**ABOUT THIS EXERCISE:** What lines in the data below mention the string "decimal"? Copy them out.

(Collected data)
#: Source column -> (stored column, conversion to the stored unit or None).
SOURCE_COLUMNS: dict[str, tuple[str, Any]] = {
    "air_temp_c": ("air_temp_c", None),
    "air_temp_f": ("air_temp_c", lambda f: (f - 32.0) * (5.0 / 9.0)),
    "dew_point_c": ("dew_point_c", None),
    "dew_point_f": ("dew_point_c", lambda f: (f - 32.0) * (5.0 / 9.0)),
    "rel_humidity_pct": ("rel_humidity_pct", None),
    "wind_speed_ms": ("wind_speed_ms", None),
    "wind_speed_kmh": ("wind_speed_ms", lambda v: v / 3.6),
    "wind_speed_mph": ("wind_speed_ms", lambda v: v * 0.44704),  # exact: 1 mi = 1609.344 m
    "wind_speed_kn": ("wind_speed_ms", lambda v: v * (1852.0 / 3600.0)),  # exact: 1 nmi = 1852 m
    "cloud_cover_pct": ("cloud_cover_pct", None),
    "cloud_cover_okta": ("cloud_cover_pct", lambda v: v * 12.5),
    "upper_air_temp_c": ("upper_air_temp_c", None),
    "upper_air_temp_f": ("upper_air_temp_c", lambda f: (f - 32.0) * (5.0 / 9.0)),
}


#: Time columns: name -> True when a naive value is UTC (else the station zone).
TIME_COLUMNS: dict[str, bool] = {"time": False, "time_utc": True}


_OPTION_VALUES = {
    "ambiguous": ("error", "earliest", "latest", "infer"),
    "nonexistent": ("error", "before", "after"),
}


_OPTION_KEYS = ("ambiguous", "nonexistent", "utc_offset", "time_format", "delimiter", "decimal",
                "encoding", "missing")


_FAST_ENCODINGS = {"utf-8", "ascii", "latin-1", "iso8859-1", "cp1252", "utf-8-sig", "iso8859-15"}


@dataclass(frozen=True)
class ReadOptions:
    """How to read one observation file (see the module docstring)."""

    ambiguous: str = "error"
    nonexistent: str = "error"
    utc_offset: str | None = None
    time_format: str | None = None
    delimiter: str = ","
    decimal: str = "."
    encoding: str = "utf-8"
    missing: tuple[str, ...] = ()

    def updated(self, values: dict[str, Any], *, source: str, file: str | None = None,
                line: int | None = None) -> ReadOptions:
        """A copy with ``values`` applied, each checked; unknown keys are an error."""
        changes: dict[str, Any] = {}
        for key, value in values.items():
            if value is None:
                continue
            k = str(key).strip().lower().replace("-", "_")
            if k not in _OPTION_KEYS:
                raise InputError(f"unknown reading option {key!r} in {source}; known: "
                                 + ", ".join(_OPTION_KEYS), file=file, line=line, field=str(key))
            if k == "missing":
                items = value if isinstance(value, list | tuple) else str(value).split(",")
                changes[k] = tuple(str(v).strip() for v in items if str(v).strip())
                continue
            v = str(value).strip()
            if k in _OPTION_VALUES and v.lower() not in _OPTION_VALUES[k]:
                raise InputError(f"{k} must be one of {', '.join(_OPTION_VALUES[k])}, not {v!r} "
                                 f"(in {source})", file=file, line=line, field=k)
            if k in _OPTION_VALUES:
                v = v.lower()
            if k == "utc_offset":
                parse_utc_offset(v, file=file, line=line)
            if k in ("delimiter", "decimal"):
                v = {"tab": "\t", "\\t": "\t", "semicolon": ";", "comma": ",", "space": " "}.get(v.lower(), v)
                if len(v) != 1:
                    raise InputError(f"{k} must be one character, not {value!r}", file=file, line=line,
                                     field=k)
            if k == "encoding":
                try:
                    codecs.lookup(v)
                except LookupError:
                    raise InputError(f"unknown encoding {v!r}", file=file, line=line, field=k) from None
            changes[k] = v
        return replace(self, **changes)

**EXERCISE RESULT:**
_OPTION_KEYS = ("ambiguous", "nonexistent", "utc_offset", "time_format", "delimiter", "decimal",
    decimal: str = "."
            if k in ("delimiter", "decimal"):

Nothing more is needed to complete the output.